Dataset entries Start Marker
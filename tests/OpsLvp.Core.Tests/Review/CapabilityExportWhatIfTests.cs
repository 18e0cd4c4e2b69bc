using CsCheck;
using OpsLvp.Core.Capability;
using OpsLvp.Core.Engine;
using OpsLvp.Core.Engine.Replay;
using OpsLvp.Core.Profile;
using OpsLvp.Core.Readings;
using OpsLvp.Core.Review;
using OpsLvp.Core.Tests.Capability;
using OpsLvp.Core.Tests.Engine;

namespace OpsLvp.Core.Tests.Review;

/// <summary>
/// Capability in episode exports (carried facility status and direction in use, export → replay gives the recorded
/// capability) and what-if with changed operations (docs/capability.md "Review", "What-if"). The night, its readings and
/// names are invented; minima as in <see cref="CapabilityTestProfiles"/> (CAT II TDZ 300 m: ICAO Annex 6, from memory).
/// </summary>
public sealed class CapabilityExportWhatIfTests
{
    private static readonly DateTimeOffset T0 = TestProfiles.T0;
    private static readonly AerodromeProfile Profile = Valid(CapabilityEngineTests.Profile());

    /// <summary>The engine tests' profile made valid for the profile validator (a what-if validates its edit): the extinction age its forward-scatter sensor needs, 120 s (invented).</summary>
    private static AerodromeProfile Valid(AerodromeProfile p)
    {
        var ages = p.MaxAgeSeconds.ToDictionary();
        ages.TryAdd(ReadingKind.Extinction, 120);
        var valid = p with { MaxAgeSeconds = ages };
        var result = ProfileValidator.Validate(valid);
        return result.IsValid ? valid : throw new ProfileException(result.Problems);
    }

    /// <summary>Clear (2000 m) until 120 min, then fog at <paramref name="fogM"/> at every position until 180 min; readings every minute.</summary>
    private static List<Reading> Night(double fogM)
    {
        var readings = new List<Reading>();
        for (var m = 0; m <= 180; m++)
        {
            var rvr = m < 120 ? 2000 : fogM;
            var at = T0.AddMinutes(m);
            readings.Add(new Reading(at, "RVR07T", ReadingKind.Rvr, rvr));
            readings.Add(new Reading(at, "RVR07M", ReadingKind.Rvr, rvr));
            readings.Add(new Reading(at, "RVR25T", ReadingKind.Rvr, rvr));
            readings.Add(new Reading(at, "CEIL1", ReadingKind.CloudBase, 5000));
        }
        return readings;
    }

    /// <summary>
    /// The recorded night: the 07 TDZ lights reported unserviceable at 1 min and runway 07/25 turned to 25 at 2 min,
    /// long before the episode's lead-in; the export of its episode.
    /// </summary>
    private static EpisodeExport Recorded(double fogM, bool turnTo25 = true)
    {
        var readings = Night(fogM);
        var actions = new List<TimedCommand>
        {
            new(T0.AddMinutes(1), new SetFacilityStatus("ash (invented)", "tdzl-07", FacilityStatus.Unserviceable, "circuit fault (invented)", "lighting")),
        };
        if (turnTo25)
        {
            actions.Add(new(T0.AddMinutes(2), new SetRunwayInUse("dm (invented)", "07/25", "25", "wind (invented)")));
        }
        var events = ReplayRunner.Run(Profile, readings, actions, T0.AddMinutes(180)).Events.Select(RecordedEvent.FromEvent).ToList();
        var episode = EpisodeModel.Build(events, readings, T0.AddMinutes(180)).Single();
        var export = EpisodeExport.Create(episode, Profile, readings, events, []);
        Assert.True(T0.AddMinutes(2) < export.From, $"the commands must precede the export ({export.From:O})");
        return export;
    }

    private static IReadOnlyList<CapabilityBand> ReplayedBands(EpisodeExport export, AerodromeProfile? profile = null)
    {
        var events = export.Replay(profile).Events.Select(RecordedEvent.FromEvent).ToList();
        return CapabilityBands.Of(CapabilityBands.StatesBefore([], events, export.Start), events, export.Start, export.ReplayUntil);
    }

    private static IEnumerable<(DateTimeOffset, DateTimeOffset, string, bool)> Flat(IEnumerable<CapabilityBand> bands) =>
        bands.SelectMany(b => b.Segments.Select(s => (s.Start, s.End, s.State.Headline, s.State.InUse)));

    [Fact]
    public void ExportCarriesFacilityStatusAndDirectionSetBeforeIt_AndItsReplayGivesTheRecordedCapability()
    {
        var export = Recorded(fogM: 350);
        var parsed = EpisodeExport.Parse(export.ToJson());

        var carried = parsed.Actions.Where(a => a.Time == export.From).ToList();
        Assert.Equal([("facility", "tdzl-07", "unserviceable:lighting"), ("runway_in_use", "07/25", "25")], carried.Select(a => (a.Action, a.Target, a.Value)));
        Assert.StartsWith("(set 2026-12-01T03:01:00Z) circuit fault (invented)", carried[0].Reason, StringComparison.Ordinal);
        var recorded = export.CapabilityBandsRecorded(export.Start, export.ReplayUntil);
        // recorded: 25 in use; on 07 the TDZ lights keep CAT III away, CAT II (TDZ ≥ 300 m) is the best in 350 m fog
        Assert.Equal(["25", "07"], recorded.Select(b => b.Direction));
        Assert.Equal("07 CAT II, LVTO available", recorded[1].Segments[^1].State.Headline);
        Assert.Equal(Flat(recorded), Flat(ReplayedBands(parsed)));
        Assert.Equal(Flat(recorded), Flat(parsed.CapabilityBandsRecorded(export.Start, export.ReplayUntil)));
    }

    [Fact]
    public void ExportJsonAndCsv_CarryTheCapabilityAtStartAndEachChange()
    {
        var export = Recorded(fogM: 350);

        var json = export.ToJson();
        var csv = CapabilityExport.Csv(EpisodeExport.Parse(json));

        Assert.Contains("\"capability_at_start\": [", json, StringComparison.Ordinal);
        var atStart = EpisodeExport.Parse(json).CapabilityAtStart;
        Assert.Equal([("07", false, "CAT I"), ("25", true, "CAT I")], atStart.Select(s => (s.Direction, s.InUse, s.Best)));
        Assert.Contains("CAT III: TDZ lights 07 unserviceable (circuit fault (invented))", atStart[0].NotAvailable);
        var lines = csv.Split('\n', StringSplitOptions.RemoveEmptyEntries);
        Assert.Equal(CapabilityExport.CsvHeader, lines[0]);
        Assert.StartsWith($"{ReviewCsv.Time(export.From)},07,false,at_start,,,CAT I,LVTO not available,", lines[1], StringComparison.Ordinal);
        Assert.Contains(lines, l => l.Contains(",07,false,change,", StringComparison.Ordinal) && l.Contains(",CAT II,LVTO available,", StringComparison.Ordinal));
        Assert.Equal(export.CapabilityChanges().Count + 2, lines.Length - 1);
    }

    [Fact]
    public void CarryOver_LeavesOutWhatWasBackToNormalBeforeTheExport()
    {
        var events = new[]
        {
            Manual(1, "facility", "TDZ lights 07 (tdzl-07) unserviceable", "fault (invented)"),
            Manual(5, "facility", "TDZ lights 07 (tdzl-07) serviceable", "fixed (invented)"),
            Manual(6, "runway_in_use", "runway 07/25: 25 in use", "wind (invented)"),
            Manual(7, "runway_in_use", "runway 07/25: 07 in use", "wind (invented)"),
            Manual(8, "facility", "Standby power (power) degraded", "one set (invented)"),
            Manual(30, "facility", "Stop bars 07 (sb-07) unserviceable", "after the cut (invented)"),
        };

        var rows = CapabilityCarryOver.Rows(events, Profile, T0.AddMinutes(20));

        var row = Assert.Single(rows);
        Assert.Equal((T0.AddMinutes(20), "facility", "power", "degraded"), (row.Time, row.Action, row.Target, row.Value));
    }

    private static RecordedEvent Manual(double minutes, string action, string detail, string reason) =>
        RecordedEvent.FromEvent(new ManualActionApplied(T0.AddMinutes(minutes), "dm (invented)", action, detail, reason));

    [Theory]
    [InlineData(350, "CAT II")]          // exactly at the changed minimum: met (docs/capability.md "at or above")
    [InlineData(351, "no CAT approach")] // one metre above the RVR: CAT II lost, and CAT I needs 550 m
    public void WhatIf_RaisedCatIIMinimum_AtTheBoundary(double minimumM, string best)
    {
        var export = Recorded(fogM: 350);
        var catII = Profile.Capability!.Operations.Single(o => o.Direction == "07" && o.Kind == OperationKind.CatII);
        var edited = WhatIf.WithOperation(export.Profile, catII with { Rvr = [new(RvrPosition.Tdz, minimumM), new(RvrPosition.Mid, CapabilityTestProfiles.CatIIMidM)] });

        var result = WhatIf.Run(export, edited);

        Assert.Equal("CAT II", result.ActualCapability.Single(b => b.Direction == "07").Segments[^1].State.Best);
        var alt = result.AlternativeCapability.Single(b => b.Direction == "07").Segments[^1].State;
        Assert.Equal(best, alt.Best);
        if (best != "CAT II")
        {
            Assert.Contains("CAT II: RVR TDZ 350 m below the 351 m this operation needs", alt.NotAvailable);
        }
        Assert.Equal(300, catII.Rvr[0].MinimumM); // the export's profile is not touched
    }

    [Fact]
    public void WhatIf_CatIIINoLongerNeedingTheTdzLights_IsAvailable_SideBySideWithTheRecordedCatII()
    {
        var export = Recorded(fogM: 350);
        var catIII = Profile.Capability!.Operations.Single(o => o.Direction == "07" && o.Kind == OperationKind.CatIII);

        var result = WhatIf.Run(export, WhatIf.WithOperation(export.Profile, catIII with { Facilities = catIII.Facilities.Where(f => f != "tdzl-07").ToList() }));

        Assert.Equal("07 CAT II, LVTO available", result.ActualCapability.Single(b => b.Direction == "07").Segments[^1].State.Headline);
        Assert.Equal("07 CAT III, LVTO available", result.AlternativeCapability.Single(b => b.Direction == "07").Segments[^1].State.Headline);
        Assert.Equal(result.ActualCapability.Select(b => b.Direction), result.AlternativeCapability.Select(b => b.Direction));
    }

    [Fact]
    public void WhatIf_SameProfile_GivesTheRecordedCapability()
    {
        var export = Recorded(fogM: 350);

        var result = WhatIf.Run(export, export.Profile);

        Assert.NotEmpty(result.ActualCapability);
        Assert.Equal(Flat(result.ActualCapability), Flat(result.AlternativeCapability));
    }

    [Fact]
    public void WithOperation_Invalid_NamesTheProblem()
    {
        var catII = Profile.Capability!.Operations.Single(o => o.Direction == "07" && o.Kind == OperationKind.CatII);

        var unknown = Assert.Throws<ProfileException>(() => WhatIf.WithOperation(Profile, catII with { Facilities = ["no-such-facility"] }));
        var missing = Assert.Throws<ProfileException>(() => WhatIf.WithOperation(Profile, catII with { Direction = "25" }));
        var none = Assert.Throws<ProfileException>(() => WhatIf.WithOperation(TestProfiles.Standard(), catII));

        Assert.Contains("capability.operations", unknown.Message, StringComparison.Ordinal);
        Assert.Contains("25 offers no CAT II", missing.Message, StringComparison.Ordinal);
        Assert.Contains("no capability section", none.Message, StringComparison.Ordinal);
    }

    private static readonly string[] FacilityIds = CapabilityTestProfiles.Runway07().Facilities.Select(f => f.Id).ToArray();

    private static readonly Gen<CapabilityInputs> GenInputs =
        Gen.Select(
            Gen.Int[0, 2].Array[FacilityIds.Length],
            Gen.OneOf(Gen.Const((double?)null), Gen.Int[50, 2000].Select(v => (double?)v)).Array[3],
            Gen.Int[0, 2].Select(i => new[] { LvpStanding.InForce, LvpStanding.NotInForce, LvpStanding.SafeguardsIncomplete }[i]),
            (statuses, rvr, lvp) =>
            {
                var facilities = new Dictionary<string, FacilityState>();
                for (var i = 0; i < FacilityIds.Length; i++)
                {
                    if (statuses[i] > 0)
                    {
                        facilities[FacilityIds[i]] = CapabilityTestProfiles.Status(statuses[i] == 1 ? FacilityStatus.Degraded : FacilityStatus.Unserviceable);
                    }
                }
                return CapabilityTestProfiles.Inputs(CapabilityTestProfiles.Rvr07(rvr[0], rvr[1], rvr[2]), lvp, facilities);
            });

    private static bool Available(IReadOnlyList<RunwayCapability> caps, OperationConfig op) =>
        caps.Single(c => c.Direction == op.Direction).Operations.Single(o => o.Kind == op.Kind).Available;

    [Fact]
    public void Property_RaisingAMinimum_NeverMakesAnOperationAvailableWhereItWasNot()
    {
        var ops = Profile.Capability!.Operations;
        Gen.Select(GenInputs, Gen.Int[0, ops.Count - 1], Gen.Int[0, 400].Array[3]).Sample((inputs, index, raise) =>
        {
            var op = ops[index];
            var raised = op with { Rvr = op.Rvr.Select((m, i) => m with { MinimumM = Math.Min(2000, m.MinimumM + raise[i]) }).ToList() };
            var edited = WhatIf.WithOperation(Profile, raised).Capability!;
            var before = CapabilityEvaluator.Evaluate(Profile.Capability, inputs);
            var after = CapabilityEvaluator.Evaluate(edited, inputs);
            foreach (var o in ops)
            {
                Assert.True(!Available(after, o) || Available(before, o), $"{o.Direction} {o.Kind} became available");
            }
        }, iter: 300);
    }

    [Fact]
    public void Property_RemovingAFacilityRequirement_NeverMakesAnOperationUnavailable()
    {
        var ops = Profile.Capability!.Operations;
        Gen.Select(GenInputs, Gen.Int[0, ops.Count - 1], Gen.Bool.Array[8]).Sample((inputs, index, keep) =>
        {
            var op = ops[index];
            var kept = op.Facilities.Where((_, i) => keep[i % keep.Length]).ToList();
            var reduced = op with { Facilities = kept, AcceptDegraded = op.AcceptDegraded?.Where(kept.Contains).ToList() };
            var edited = WhatIf.WithOperation(Profile, reduced).Capability!;
            var before = CapabilityEvaluator.Evaluate(Profile.Capability, inputs);
            var after = CapabilityEvaluator.Evaluate(edited, inputs);
            foreach (var o in ops)
            {
                Assert.True(!Available(before, o) || Available(after, o), $"{o.Direction} {o.Kind} became unavailable");
            }
        }, iter: 300);
    }
}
Dataset entries End Marker
◆ The problem
Note how many lines of the material contain the string "null". Then report that number by itself.

◆ Answer to this exercise
2